Huey only got a few minutes alone before his brothers found him around the side of the house. He wiped his face and squeezed his knees, clenching his jaw.

"What happened back there, Hueson?" Dewey stood with his fists on his hips.

Huey looked away, resting his chin on his knees. "I'm sure you heard the whole thing."

"Not the whole thing." Louie sat down next to him. "But you telling off our oldest living relative for trying to pay for your college? Oh yeah, we heard that." He snickered.

Huey shrugged and hugged his knees tighter to his chest. "They need to learn to take no for an answer." When neither of his brothers answered, he lifted his head. Please change the subject.

"Sure, but at least we don't have to!" Louie dangled Uncle Donald's massive keyring in his face. "No nos for us today."

"You're kidding!" Huey snatched them. The dozens of childhood photo keychains overflowed in his hand. "Yes! I owe you one, Lou."

"Aw, it was nothing. A simple guilt speech with a touch of puppy-dog eyes was all it took. I didn't even have to bring out the big guns." Louie stuffed his hands in his hoodie and smirked.

"What were the big guns?" Huey hesitated, looking from Louie to Dewey, knowing that with Louie "the big guns" could mean anything.

Dewey sighed and shook his head into his hand.

Louie flashed them a smile. "Let's just say it involved our very own Dewman, a bag of walnuts, and your hair gel."

"Heh. I'm glad it didn't come to that."

Louie jumped up and headed towards the garage. "Eh, I kinda wish it had. It was one of my better plans. Come on, let's get Huey into the house before Uncle D starts tracking him down."

Dewey grabbed Huey's hand and pulled him to his feet. They waited for Louie to walk out of sight. "Did Uncle Scrooge say anything about him?"

Huey rubbed the back of his head. "They're sending him to the mansion at the end of the summer. Without us around,I can only imagine Uncle Scrooge and Mrs. Beakley are going to crack down on him to make sure he doesn't start scheming again."

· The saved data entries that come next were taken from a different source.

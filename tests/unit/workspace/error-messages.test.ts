import { readdirSync, readFileSync, statSync } from "node:fs";
import { join, relative } from "node:path";
import { describe, expect, it } from "vitest";
import { z } from "zod";
import { AppError } from "@/lib/errors";
import { parseOrThrow } from "@/lib/server/http";
import * as auth from "@/lib/auth/schemas";
import * as astro from "@/lib/astro/inputs";
import * as schedule from "@/lib/schedule/request";
import { figureFormatQuerySchema } from "@/lib/exports/figures/figure-format";
import { seasonWindowQuerySchema } from "@/lib/figures/season-view";
import { exportColumnKeys, tableColumnsQuerySchema } from "@/lib/exports/tables/columns";
import { tableWriteOptionsSchema } from "@/lib/exports/tables/formats";
import * as importRequest from "@/lib/imports/request";
import * as photometryRequest from "@/lib/event-photometry/request";
import { parseCsvTable } from "@/lib/imports/csv";
import { proposeColumnMapping } from "@/lib/imports/columns";
import { validateImportRows } from "@/lib/imports/rows";
import * as admin from "@/lib/workspace/admin-schema";
import * as ids from "@/lib/workspace/ids";
import * as members from "@/lib/workspace/member-schema";
import * as notes from "@/lib/workspace/note-schema";
import * as proposals from "@/lib/workspace/proposal-schema";
import * as photometry from "@/lib/workspace/photometry-schema";
import * as targetQuery from "@/lib/workspace/target-query";
import * as targets from "@/lib/workspace/target-schema";
import * as fitRevision from "@/lib/workspace/fit-revision";

/**
 * Walks every zod schema of the product that reads user input with wrong types, missing fields,
 * out-of-range numbers, bad choices and malformed text, through the path the product parses it by
 * (`parseOrThrow` for request bodies, queries and params; the import's row reader), and holds every
 * message to the product rule: in the user's words, naming the field, with no key, schema path or
 * library message (issue #15: "Invalid input: expected number, received string … check
 * lensMassSolar" and "check tags.1, tags.2" reached users).
 */

/** What a message may never contain: a camelCase key, a dotted path with an index, zod's own words. */
const leaks: [string, RegExp][] = [
  ["a camelCase key", /\b[a-z]+[A-Z][A-Za-z]*\b/],
  ["a dotted path", /\b[A-Za-z_]\w*\.(?:\d+|[a-z]+[A-Z]\w*)\b/],
  ["zod's 'Invalid input'", /Invalid input/i],
  ["zod's 'expected'", /\bexpected\b/i],
  ["zod's 'received'", /\breceived\b/i],
  ["NaN", /\bNaN\b/],
  ["undefined", /\bundefined\b/],
  ["an object's text", /\[object /],
];

/**
 * The words that name each field (by its key, the last name in the path). A message must contain
 * one of them: a message beside its field still says what it is about when read alone (a summary,
 * a screen reader, an API client).
 */
const fieldWords: Record<string, RegExp> = {
  _: /request|site|instrument|mapping|column|values for empty cells/i,
  start: /date|night/i,
  nights: /night/i,
  name: /name|target|site/i,
  ra: /right ascension/i,
  dec: /declination/i,
  lensModel: /lens model/i,
  lensMassSolar: /lens mass/i,
  velocityDispersionKmPerS: /velocity dispersion/i,
  lensDistancePc: /lens distance/i,
  sourceDistancePc: /source distance/i,
  lensRedshift: /lens redshift/i,
  sourceRedshift: /source redshift/i,
  sourceOffsetThetaE: /source offset/i,
  properMotionMasPerYr: /proper motion/i,
  scienceCase: /science case/i,
  eventPeakJdUtc: /event peak/i,
  sourceRadiusSolar: /source radius/i,
  sourceRadiusThetaE: /source radius|ρ/i,
  limbDarkeningU: /limb.darkening/i,
  sourceMagnitude: /source magnitude/i,
  noteColumn: /notes column/i,
  leaveOutRefusedRows: /refused rows/i,
  fit: /LaTeX table layout/i,
  sourceBand: /band/i,
  blendFraction: /blend fraction/i,
  einsteinTimeDays: /Einstein time/i,
  parallaxNorth: /parallax/i,
  parallaxEast: /parallax/i,
  t0JdUtc: /peak time t0/i,
  u0: /impact parameter u0/i,
  rho: /source radius ρ/i,
  summary: /fit summary/i,
  chi2: /χ²/,
  dof: /degrees of freedom/i,
  pointCount: /number of points/i,
  referenceDataset: /reference dataset/i,
  datasets: /dataset/i,
  sigmas: /1σ errors/i,
  errorScales: /error scale factors/i,
  revisionId: /revision/i,
  photometry: /photometry/i,
  apertureM: /telescope aperture/i,
  centralObstructionM: /central obstruction/i,
  throughput: /throughput/i,
  readNoiseElectrons: /read noise/i,
  darkElectronsPerSPerPixel: /dark current/i,
  gainElectronsPerAdu: /gain/i,
  fullWellElectrons: /full well/i,
  pixelScaleArcsec: /pixel scale/i,
  seeingFwhmArcsec: /seeing/i,
  apertureRadiusFwhm: /aperture radius/i,
  psfShape: /PSF/,
  overheadS: /overhead/i,
  signalToNoiseGoal: /signal-to-noise/i,
  bandId: /band/i,
  customBand: /band/i,
  skyByBand: /band|site values/i,
  darkSkyMagPerArcsec2: /dark.sky/i,
  extinctionMagPerAirmass: /extinction/i,
  label: /band name/i,
  effectiveWavelengthNm: /wavelength/i,
  widthNm: /band width/i,
  zeroPointWPerM2PerNm: /zero point/i,
  zeroPointSystem: /magnitude system/i,
  abMinusVegaMag: /AB − Vega/i,
  moonMinSeparationDeg: /moon separation/i,
  moonMaxIllumination: /moon illumination/i,
  visitMinutes: /time per visit/i,
  clearNightFraction: /clear.night/i,
  astrometricPrecisionMas: /astrometric precision/i,
  reachableContrast: /reachable contrast/i,
  spectroscopicPrecisionKmPerS: /spectroscopic precision/i,
  orbitSemiMajorAxisAu: /semi-major axis/i,
  orbitSemiMajorAxisMas: /semi-major axis/i,
  orbitEccentricity: /eccentricity/i,
  orbitPeriodDays: /orbital period/i,
  orbitPeriapsisJdUtc: /time of periapsis/i,
  orbitInclinationDeg: /inclination/i,
  orbitNodeDeg: /ascending node/i,
  orbitPeriapsisArgumentDeg: /argument of periapsis/i,
  priority: /priority/i,
  status: /status/i,
  tags: /tag/i,
  title: /title/i,
  cycle: /cycle/i,
  abstract: /abstract/i,
  cycleStartDate: /first night|date/i,
  cycleEndDate: /last night|date/i,
  site: /site/i,
  instrument: /instrument/i,
  latitudeDeg: /latitude/i,
  longitudeDeg: /longitude/i,
  longitudeEastDeg: /longitude/i,
  elevationM: /elevation/i,
  horizonLimitDeg: /horizon/i,
  resolutionMas: /resolution/i,
  cadenceHours: /cadence/i,
  campaignLengthDays: /campaign/i,
  airmassLimit: /airmass/i,
  interferometerWavelengthMm: /wavelength/i,
  interferometerBaselineKm: /baseline/i,
  email: /e-mail/i,
  password: /password/i,
  callbackUrl: /return address/i,
  token: /link/i,
  role: /role/i,
  siteRole: /site role/i,
  userId: /account|member/i,
  proposalId: /proposal/i,
  targetId: /target/i,
  noteId: /note/i,
  invitationId: /invitation/i,
  body: /note/i,
  version: /version/i,
  q: /search/i,
  tag: /tag/i,
  page: /page/i,
  pageSize: /page size/i,
  sort: /sort/i,
  direction: /sort direction/i,
  caseVerdict: /case verdict/i,
  answeredCase: /science case/i,
  limit: /number of entries/i,
  before: /starting entry/i,
  format: /format/i,
  width: /width/i,
  dpi: /DPI/,
  columns: /column/i,
  digits: /digit/i,
  fileId: /file/i,
  mapping: /column mapping|column/i,
  column: /column/i,
  unit: /unit/i,
  isUnitAssumed: /unit/i,
  fill: /empty cells/i,
  toleranceArcsec: /position tolerance/i,
  raDeg: /right ascension/i,
  decDeg: /declination/i,
  safeSunElongationDeg: /sun elongation/i,
  stepMinutes: /time step/i,
  cycleStartNightIso: /first night|date/i,
  cycleEndNightIso: /last night|cycle|date/i,
  moon: /Moon/,
  minSeparationDeg: /Moon separation/i,
  maxIlluminatedFraction: /Moon illumination/i,
  timeColumn: /time column/i,
  timeKind: /time column's kind/i,
  timeOffsetDays: /time column's offset/i,
  timeScale: /time scale/i,
  brightnessKind: /magnitudes or fluxes/i,
  valueColumn: /magnitude or flux column/i,
  errorColumn: /error column/i,
  bandColumn: /band column/i,
  band: /band/i,
  datasetColumn: /dataset column/i,
  datasetName: /dataset name/i,
};

/**
 * The export's column names are the documented vocabulary of its `columns` query parameter (what an
 * API client types), so a refusal may list them; they are taken out before the leak check.
 */
function withoutExportColumnNames(message: string): string {
  return exportColumnKeys.reduce((text, key) => text.replaceAll(key, "column"), message);
}

function checkLeaks(message: string, where: string): void {
  for (const [what, pattern] of leaks) expect(withoutExportColumnNames(message), `${where}: ${what} in "${message}"`).not.toMatch(pattern);
}

function checkMessage(message: string, path: readonly PropertyKey[], where: string): void {
  checkLeaks(message, where);
  const key = [...path].reverse().find((segment): segment is string => typeof segment === "string" && !/^\d+$/.test(segment)) ?? "_";
  const words = fieldWords[key];
  expect(words, `${where}: no words known for the field ${key} ("${message}")`).toBeDefined();
  expect(message, `${where}: "${message}" does not name the field ${key}`).toMatch(words!);
}

const badScalars: unknown[] = [undefined, null, true, 0, -1, 3.5, -1e9, 1e30, Number.MAX_VALUE, "", " ", "zz", "5 kpc", "8,125", "a b!", "x".repeat(300), {}, [], ["a b!", 3], Array(20).fill("x")];
const badWholes: unknown[] = [undefined, null, 42, "text", [], true];

/** Every shape of a schema (nested objects too) as [path, keys]. */
function shapesOf(schema: z.ZodType, path: string[] = []): [string[], string[]][] {
  let current: unknown = schema;
  // Look through wrappers (default, optional, nullable, pipe, refine) to the object inside.
  for (let depth = 0; depth < 8 && current; depth++) {
    const def = (current as { def?: { type?: string; innerType?: unknown; in?: unknown; schema?: unknown } }).def;
    if (def?.type === "object") break;
    current = def?.innerType ?? def?.in ?? def?.schema;
  }
  const shape = (current as { shape?: Record<string, z.ZodType> } | undefined)?.shape;
  if (!shape) return [];
  return [[path, Object.keys(shape)], ...Object.entries(shape).flatMap(([key, inner]) => shapesOf(inner, [...path, key]))];
}

function at(path: string[], key: string, value: unknown): Record<string, unknown> {
  const leaf: Record<string, unknown> = value === undefined ? {} : { [key]: value };
  return path.reduceRight<Record<string, unknown>>((inner, segment) => ({ [segment]: inner }), leaf);
}

/** Each bad input for a schema: bad wholes, and every key of every shape set to every bad value. */
function badInputsOf(schema: z.ZodType): unknown[] {
  const inputs = [...badWholes];
  for (const [path, keys] of shapesOf(schema)) for (const key of keys) for (const value of badScalars) inputs.push(at(path, key, value));
  return inputs;
}
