import { describe, expect, it } from "vitest";
import { timeRequestOf, timeRequestSentence } from "@/lib/workspace/time-request";

describe("a proposal's time request", () => {
  it("sums the targets that have a photon budget and counts the rest", () => {
    expect(timeRequestOf([{ timeRequestHours: 2 }, { timeRequestHours: null }, { timeRequestHours: 0.5 }])).toEqual({ totalHours: 2.5, budgetedTargets: 2, targetCount: 3 });
    expect(timeRequestOf([])).toEqual({ totalHours: 0, budgetedTargets: 0, targetCount: 0 });
  });

  it("says what is missing when no target has a budget, and how many lack one otherwise", () => {
    expect(timeRequestSentence({ totalHours: 0, budgetedTargets: 0, targetCount: 4 })).toMatch(/^no photon budget yet: set the telescope aperture/);
    expect(timeRequestSentence({ totalHours: 12.345, budgetedTargets: 4, targetCount: 4 })).toBe("12.3 h (exposures and overheads over the visits each case needs) for 4 of 4 targets");
    expect(timeRequestSentence({ totalHours: 12.345, budgetedTargets: 3, targetCount: 4 })).toMatch(/for 3 of 4 targets; 1 without a photon budget/);
  });
});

"Prison all over again," Dewey muttered. "But with a Scottish bajillionaire to keep tabs on him. What are we going to do?"

Huey shook his head. "Uncle Scrooge means well. They all do. But you and I both know that caging Louie in won't end well."

"It'll only give him more incentive to see the angles and outsmart them."

"Precisely."

"Hey! You guys com'n?" Louie called out to them from the garage.

"Be right there!" Dewey led the way back to the house, glancing back at Huey. "We'll figure something out."

Huey climbed the ladder to the attic after him. If we don't figure it out by the end of this trip, Dewey goes off to school while Louie sharpens pencils at the money bin and I get stuck coming home to Mom and Uncle D's purgatory of parental pressure… alone. For the REST of the YEAR. "We better."